日立を良い材料だけで見るのは危険です。会社計画が崩れる条件として、次のリスクを確認します。

  • 大型プロジェクト:遅延や採算悪化が利益を圧迫する
  • 為替・海外案件:海外売上の円換算とコストに影響する
  • エネルギー投資:規制や顧客投資計画で需要が変わる
  • 一時利益で純利益だけが増え、本業の営業利益や営業キャッシュフローが伸びない
  • 好決算でも市場予想を超えられず、材料出尽くしとなる

次の決算で見る数字

見出しの増収・増益だけではなく、企業ごとに効きやすい数字を前期、会社計画、直近四半期で比べます。

確認する数字見る理由注意点
受注残将来売上の土台を見る利益率が保証されるわけではない
調整後営業利益率事業再編後の収益性を見る一時費用の除外内容を確認する
フリーキャッシュフロー投資と利益が現金に変わるかを見る大型案件で一時的にぶれる場合がある
研究開発・投資成長領域への配分を見る短期利益を押し下げる場合がある

会社の説明と数字が一致しているか

会社側が説明する成長材料は、受注残、調整後営業利益率、フリーキャッシュフローへ実際に表れているかを確認します。

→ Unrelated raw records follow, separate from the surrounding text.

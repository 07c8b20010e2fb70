import { describe, expect, test } from "vitest";
import { fit } from "../../src/fit/fit.js";
import { networkModel } from "../../src/fit/network-model.js";
import type { Network } from "../../src/model/network.js";
import type { Trial } from "../../src/model/trial.js";
import { random } from "../../src/numerics/random.js";
import { parseNetwork } from "../../src/parse/network.js";
import { parseTrial } from "../../src/parse/trial.js";
import { asLogged } from "../../src/plan/expected.js";
import { planTest } from "../../src/plan/plan.js";
import type { Plan } from "../../src/plan/result.js";
import { samplerTime } from "../../src/plan/sheet.js";

const networkOf = (text: string): Network => {
  const { document, problems } = parseNetwork(text);
  if (!document) throw new Error(problems.map((p) => p.message).join("\n"));
  return document;
};
const draftOf = (injection: string, reading: string, top = ""): Trial => {
  const text = `trial: Draft\nformat: 1\ninjection: ${injection}\n${top}\nreadings: [{at: product, ${reading}}]\n`;
  const { document, problems } = parseTrial(text);
  if (!document) throw new Error(problems.map((p) => p.message).join("\n"));
  return document;
};
const planOf = (network: Network, trial: Trial, options: Partial<Parameters<typeof planTest>[2]> = {}): Plan => {
  const { plan } = planTest(network, trial, { samples: 40, ...options });
  if (!plan) throw new Error("no plan");
  return plan;
};

const minute = 60;
/** V = Q = 1 on the file's scale: 100 L, 1 L/min, so that a mean time is 100 min. */
const tank = networkOf(`network: Tank
format: 1
feeds: {feed: {flow: 1 L/min, to: tank}}
compartments: {tank: {kind: stirred, volume: 100 L, to: product}}
outlets: [product]
`);
const corner = networkOf(`network: Tank with a quiet corner
format: 1
parameters: {held: {value: 20 L, between: [1 L, 60 L]}, renewal: {value: 0.05 L/min, between: [0.001 L/min, 2 L/min], spacing: log}}
feeds: {feed: {flow: 1 L/min, to: bulk}}
compartments:
  bulk: {kind: stirred, volume: 100 L - held, to: product, exchange: {quiet: renewal}}
  quiet: {kind: stirred, volume: held}
outlets: [product]
`);
const plain = draftOf("{at: feed, pulse: 100 g}", "noise: {floor: 0.005 g/L}");

// Shares of area, mean and variance that a test sees which stops early: by the closed forms of one and two exponentials.
describe("what stopping early cuts off", () => {
  test.each([
    [tank, 3, 0.95, 0.843, 0.5],
    [tank, 5, 0.993, 0.966, 0.83],
    [corner, 3, 0.948, 0.72, 0.16],
    [corner, 5, 0.977, 0.811, 0.26],
    [corner, 10, 0.993, 0.911, 0.5],
  ])("%# after so many mean times", (network, means, area, mean, variance) => {
    const plan = planOf(network, plain, { until: means * 100 * minute });
    const found = plan.truncation.find((t) => Math.abs(t.stop - means * 100 * minute) < 1e-6 * t.stop);
    expect(found?.area).toBeCloseTo(area, 2);
    expect(found?.mean).toBeCloseTo(mean, 2);
    expect(found?.variance).toBeCloseTo(variance, 1);
  });

  test("is an alarm that names the dead volume it would be taken for", () => {
    const plan = planOf(corner, plain, { until: 300 * minute });
    expect(plan.alarms.find((a) => a.code === "stops-early")?.message).toContain("28 % dead volume");
    expect(planOf(corner, plain).alarms.map((a) => a.code)).not.toContain("stops-early");
  });

  test("the end that it finds has seen 98 % of the mean", () => {
    for (const network of [tank, corner]) {
      const plan = planOf(network, plain);
      const last = plan.truncation.find((t) => t.stop === plan.stop);
      expect(last?.mean).toBeGreaterThan(0.979);
      expect(plan.stop).toBeLessThan(20 * 100 * minute);
    }
  });
});

describe("the amount", () => {
  // A pulse of M into a tank of V peaks at M/V.
  test("for a tank: a peak of 100 times the noise, in closed form", () => {
    const plan = planOf(tank, draftOf("{at: feed, pulse: 100 g}", "noise: {floor: 0.005 g/L}"), {
      until: 200 * minute,
    });
    expect((plan.recommended?.value ?? 0) / (100 * 0.005 * 100 * 1e-3)).toBeCloseTo(1, 1);
  });

  test("stays below the limit of the detector, and says so", () => {
    const plan = planOf(
      tank,
      draftOf("{at: feed, pulse: 100 g}", "noise: {floor: 0.005 g/L}, limits: {above: 0.3 g/L}"),
    );
    expect((plan.recommended?.value ?? 0) / (0.8 * 0.3 * 100 * 1e-3)).toBeCloseTo(1, 1);
    expect(plan.alarms.map((a) => a.code)).toContain("over-limit");
  });

  test("none is recommended where no noise is declared: that is an alarm", () => {
    const plan = planOf(tank, draftOf("{at: feed, pulse: 100 g}", "scale: known"));
    expect(plan.recommended).toBeUndefined();
    expect(plan.alarms.map((a) => a.code)).toContain("noise-assumed");
  });
});

test("samples: ten before the injection, dense at first, then sparser, to the end", () => {
  const { readings, stop } = planOf(corner, plain);
  const { times } = readings[0];
  expect(times.filter((t) => t < 0).length).toBe(10);
  const after = [...times].filter((t) => t > 0);
  expect(after.length).toBeGreaterThanOrEqual(35);
  expect(Math.abs(after[after.length - 1] / stop - 1)).toBeLessThan(0.02);
  expect(after[after.length - 1] - after[after.length - 2]).toBeGreaterThan(5 * (after[1] - after[0]));
  expect([...times].every((t, i) => i === 0 || t > times[i - 1])).toBe(true);
});

test("expected intervals are what fits to many simulated tests scatter by", () => {
  const trial = draftOf(
    "{at: feed, pulse: 100 g ± 1 %}",
    "noise: {floor: 0.003 g/L, relative: 1 %}, baseline: constant",
  );
  const plan = planOf(corner, trial);
  const [{ times, expected, sd }] = plan.readings;
  const noise = random(17);
  const found: number[][] = [[], []];
  for (let run = 0; run < 30; run++) {
    const dose = 1 + 0.01 * noise.normal();
    const drawn = expected.map((c, i) => dose * c + 0.05 + sd[i] * noise.normal());
    const { fit: result } = fit(corner, [asLogged(trial, [times], [drawn])], { starts: 0 });
    result?.parameters.forEach((p, j) => {
      found[j].push(p.name === "renewal" ? Math.log(p.value) : p.value);
    });
  }
  plan.parameters.forEach((p, j) => {
    const mean = found[j].reduce((a, b) => a + b, 0) / found[j].length;
    const spread = Math.sqrt(found[j].reduce((s, v) => s + (v - mean) ** 2, 0) / (found[j].length - 1));
    expect(found[j].length).toBe(30);
    const claimed = p.name === "renewal" ? (p.sd ?? 0) / p.value : (p.sd ?? 0);
    // Thirty runs tell a spread to 13 %.
    expect(claimed / spread).toBeGreaterThan(0.7);
    expect(claimed / spread).toBeLessThan(1.4);
  });
});

test("what a test cannot tell is told before it is run", () => {
  const twins = networkOf(`network: Twins
format: 1
parameters: {first: {value: 30 L, between: [5 L, 80 L]}, second: {value: 20 L, between: [5 L, 80 L]}}
feeds: {feed: {flow: 1 L/min, to: leg}}
compartments:
  leg: {kind: tubular, volume: first, to: tail}
  tail: {kind: tubular, volume: second, to: tank}
  tank: {kind: stirred, volume: 50 L, to: product}
outlets: [product]
`);
  const plan = planOf(twins, plain);
  expect(plan.alarms.find((a) => a.code === "cannot-tell")?.message).toContain("first from second");
  expect(plan.parameters.every((p) => p.untold)).toBe(true);
});

test("the best times are better than the plan's, and as many", () => {
  const { readings } = planOf(corner, plain);
  const { best, times } = readings[0];
  expect(best?.times.length).toBe(times.filter((t) => t > 0).length);
  expect(best?.efficiency).toBeGreaterThan(0.2);
  expect(best?.efficiency).toBeLessThanOrEqual(1);
});

test("the planned curve is what the model says, at the trial's clock", () => {
  const late = draftOf("{at: feed, pulse: 100 g, start: 30 min}", "noise: {floor: 0.005 g/L}");
  const { readings } = planOf(corner, late);
  const clock = readings[0].times.map((t) => t + 30 * minute);
  const [direct] = networkModel(corner).respond(late, {}, [{ time: clock }]) ?? [];
  expect([...readings[0].expected]).toEqual([...direct]);
});

test("thousands of samples are refused: a plan is for people", () => {
  expect(planTest(tank, plain, { samples: 40, every: 0.1 }).problems.map((p) => p.code)).toEqual(["plan-many"]);
});

test("a closed vessel has no end: --until is asked for", () => {
  const flask = networkOf(`network: Two flasks
format: 1
compartments:
  a: {kind: stirred, volume: 1 L, exchange: {b: 0.1 L/min}}
  b: {kind: stirred, volume: 1 L}
`);
  const { document } = parseTrial(
    "trial: D\nformat: 1\ninjection: {at: a, pulse: 1 g}\nreadings: [{at: b, noise: {floor: 0.01 g/L}}]\n",
  );
  const { plan, problems } = planTest(flask, document as Trial, { samples: 20 });
  expect(plan).toBeUndefined();
  expect(problems.map((p) => p.code)).toEqual(["plan-endless"]);
  expect(
    planTest(flask, document as Trial, { samples: 20, until: 3600 }).plan?.readings[0].times.length,
  ).toBeGreaterThan(20);
});

test("times on the sheet are read from a stopwatch: no second is lost or added", () => {
  expect([-50, 0, 0.5, 59.96, 60, 3599.99, 5025, 240 * 3600].map(samplerTime)).toEqual([
    "−0:00:50",
    "0:00:00",
    "0:00:00.5",
    "0:01:00",
    "0:01:00",
    "1:00:00",
    "1:23:45",
    "240:00:00",
  ]);
});

describe("what passes at once", () => {
  const short = networkOf(`network: Tank with a shortcut
format: 1
feeds: {feed: {flow: 1 L/min, to: {product: 10 %, tank: rest}}}
compartments: {tank: {kind: stirred, volume: 100 L, to: product}}
outlets: [product]
`);
  const alarm = (injection: string) =>
    planOf(short, draftOf(injection, "noise: {floor: 0.005 g/L}")).alarms.find((a) => a.code === "comes-at-once");

  test("is an alarm that says how much, and that a sudden pulse hides it", () => {
    expect(alarm("{at: feed, pulse: 100 g}")?.message).toMatch(
      /^10 % of the tracer that passes .* missing from the recovery$/,
    );
    expect(alarm("{at: feed, pulse: 100 g, lasting: 5 min}")?.message).toContain("while it is put in");
    expect(planOf(tank, plain).alarms.map((a) => a.code)).not.toContain("comes-at-once");
  });
});
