import { parseDocument } from "yaml";
import type { Problem } from "../problems/problem.js";
import { collector, hasErrors } from "../problems/report.js";
import { checkShape, documentKind } from "../read/shape.js";
import type { Tree } from "../read/tree.js";
import { readYaml } from "../read/yaml.js";
import { documents } from "../schema/validators.js";
import { arrange } from "./arrange.js";
import { attachComments } from "./comments.js";
import { cut } from "./cut.js";
import { takeHeader, write } from "./write.js";

/** A text in canonical form, or the reasons why it is left alone. */
export interface Tidied {
  readonly text: string | undefined;
  readonly problems: readonly Problem[];
}

/**
 * A document in canonical form: keys in the order of their declaration, two spaces a level, braces where they fit in 100
 * columns. Slices of the source are rearranged: comments, anchors, quotes and the spelling of numbers stay as they are,
 * and so do names of the author's own, lists, single empty lines, and whether a map stands in braces where that fits.
 * Idempotent. Line ends stay those of the first line.
 * @returns no text where it is no sound YAML, or none of our documents; what the words mean is not looked at
 */
export function tidy(text: string, options: { readonly path?: string } = {}): Tidied {
  const { report, problems } = collector();
  const path = options.path ?? "-";
  const tree = readYaml({ path, text }, report);
  if (!tree || hasErrors(problems)) return { text: undefined, problems };
  const kind = documentKind(tree);
  if (!kind) {
    checkShape(tree, "network", report);
    return { text: undefined, problems };
  }
  const root = cut(text, parseDocument(text, { schema: "failsafe", uniqueKeys: false }));
  if (!root) return { text: undefined, problems };
  attachComments(text, root);
  const header = takeHeader(root);
  arrange(root, documents[kind].shape);
  const tidied = write(header, root);
  const again = readYaml({ path, text: tidied }, collector().report);
  if (!again || !sameMeaning(tree, again)) {
    report("not-tidied", tree.entries[0].key.at, {});
    return { text: undefined, problems };
  }
  return { text: /\r\n|\n/.exec(text)?.[0] === "\r\n" ? tidied.replace(/\n/g, "\r\n") : tidied, problems };
}

/** The same keys with the same texts, whatever the order of keys. */
export function sameMeaning(a: Tree, b: Tree): boolean {
  if (a.type === "scalar") return b.type === "scalar" && a.text === b.text && a.plain === b.plain;
  if (a.type === "list") {
    return (
      b.type === "list" && a.items.length === b.items.length && a.items.every((x, i) => sameMeaning(x, b.items[i]))
    );
  }
  if (b.type !== "map" || a.entries.length !== b.entries.length) return false;
  const others = new Map(b.entries.map((e) => [e.key.text, e.value]));
  return a.entries.every(({ key, value }) => {
    const other = others.get(key.text);
    return other !== undefined && sameMeaning(value, other);
  });
}
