import { readdirSync, readFileSync } from "node:fs";
import { describe, expect, test } from "vitest";
import { compile } from "../../src/compile/compile.js";
import type { Plant } from "../../src/compile/plant.js";
import { type SameCurve, sameCurves } from "../../src/plan/same-curve.js";
import { tracerResponse } from "../../src/simulate/tracer.js";
import { networkOf } from "../fit/load.js";

const folder = new URL("../../shared/parts/", import.meta.url);
const library = readdirSync(folder)
  .filter((f) => f.endsWith(".yaml"))
  .map((f) => networkOf(readFileSync(new URL(f, folder), "utf8"), f));

const plantOf = (path: string, settings: Record<string, number>): Plant => {
  const network = library.find((n) => n.at.source.path === path);
  const { plant } = network ? compile(network, settings) : { plant: undefined };
  if (!plant) throw new Error(path);
  return plant;
};
const value = (found: readonly SameCurve[], path: string, name: string): number =>
  found.find((s) => s.path === path)?.settings[name] ?? Number.NaN;

describe("networks of the library with the same curve", () => {
  // Worked from the transfer functions: tank 0.8 V with a stagnant 0.2 V, exchange 0.05 Q; tanks side by side, flow 0.9294 and
  // 0.0706, volumes 0.7004 and 0.2996; 5.80 % of the feed by a tank of 0.2464, then all in one of 0.7536.
  test("a tank with a stagnant corner, two tanks side by side, and a split feed", () => {
    const found = sameCurves(plantOf("quiet-corner.yaml", { corner: 0.2, renewal: 0.05 }), library);
    expect(found.map((s) => s.path)).toEqual(["parallel-tanks.yaml", "side-tank.yaml"]);
    // The first tank may be either of the two.
    expect(value(found, "parallel-tanks.yaml", "fast")).toBeCloseTo(0.0706, 4);
    expect(value(found, "parallel-tanks.yaml", "room")).toBeCloseTo(0.2996, 4);
    expect(value(found, "side-tank.yaml", "aside")).toBeCloseTo(0.058, 4);
    expect(value(found, "side-tank.yaml", "room")).toBeCloseTo(0.2464, 4);
  });

  test("it is the same from each of the three, and the curves in time agree", () => {
    const start = plantOf("quiet-corner.yaml", { corner: 0.3, renewal: 0.2 });
    const times = Float64Array.from({ length: 40 }, (_, i) => 600 * (i + 0.5));
    const curve = (plant: Plant): Float64Array =>
      tracerResponse(plant, { at: "feed", form: "pulse" }, times).readings[0].value as Float64Array;
    const expected = curve(start);
    for (const { path, settings } of sameCurves(start, library)) {
      const other = plantOf(path, settings);
      const off = curve(other).map((v, i) => v - expected[i]);
      expect(Math.max(...off.map(Math.abs)) / Math.max(...expected)).toBeLessThan(1e-9);
      expect(sameCurves(other, library).map((s) => s.path)).toContain("quiet-corner.yaml");
    }
  });

  test("the order of a tube and a tank", () => {
    const found = sameCurves(plantOf("tube-then-tank.yaml", { plug: 0.35, dead: 0.2 }), library);
    expect(value(found, "tank-then-tube.yaml", "plug")).toBeCloseTo(0.35, 6);
    expect(value(found, "tank-then-tube.yaml", "dead")).toBeCloseTo(0.2, 6);
  });

  test("a vessel is not its own rival, and one like no other has none", () => {
    for (const path of ["recycle-tube.yaml", "stagnant-cells.yaml", "side-capture.yaml"])
      expect(sameCurves(plantOf(path, {}), library)).toEqual([]);
  });

  test("what has two outlets is left alone", () => {
    const two = networkOf(`network: Two ways out
format: 1
feeds: {feed: {flow: 10 L/min, to: tank}}
compartments: {tank: {kind: stirred, volume: 100 L, to: {over: 30 %, under: rest}}}
outlets: [over, under]
`);
    const { plant } = compile(two);
    expect(plant && sameCurves(plant, library)).toEqual([]);
  });
});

説明だけが先行し、利益や現金創出が伴わない場合は評価を下げます。

資産売却、減損、為替、会計上の一時要因を分け、営業利益と営業キャッシュフローが同じ方向へ動いているかを見ると、本業の変化を捉えやすくなります。

株価の3つのシナリオ

見方 想定 確認すること
上振れ デジタル事業が売上だけでなく利益率にどう貢献しているかとエネルギーやモビリティの受注残が将来売上にどうつながるかが改善する 受注残・調整後営業利益率と会社予想の上方修正
横ばい 売上は維持するが、為替・海外案件で利益改善が限られる 一時要因を除いた営業利益と営業キャッシュフロー
下振れ 大型プロジェクト、為替・海外案件、エネルギー投資が重なる 下方修正、減損、在庫、負債、資本政策の変化

根拠から分かること

日立の評価が上向くには、デジタル事業が売上だけでなく利益率にどう貢献しているか、エネルギーやモビリティの受注残が将来売上にどうつながるか、大型案件の採算とプロジェクト遅延リスクを見るが数字を伴って改善することが重要です。

反対に、大型プロジェクト、為替・海外案件、エネルギー投資が強まれば下押し要因になり得ます。

次に確認すること

  • 受注残を前期と比較した
  • 調整後営業利益率が会社計画に届いているか確認した
  • フリーキャッシュフローとキャッシュフローを照合した
  • 大型プロジェクト、為替・海外案件、エネルギー投資の最新開示を確認した

同じ判断を別の角度から確認するため、以下の記事もあわせて読むと、金利、物価、税金、制度の見落としを減らしやすくなります。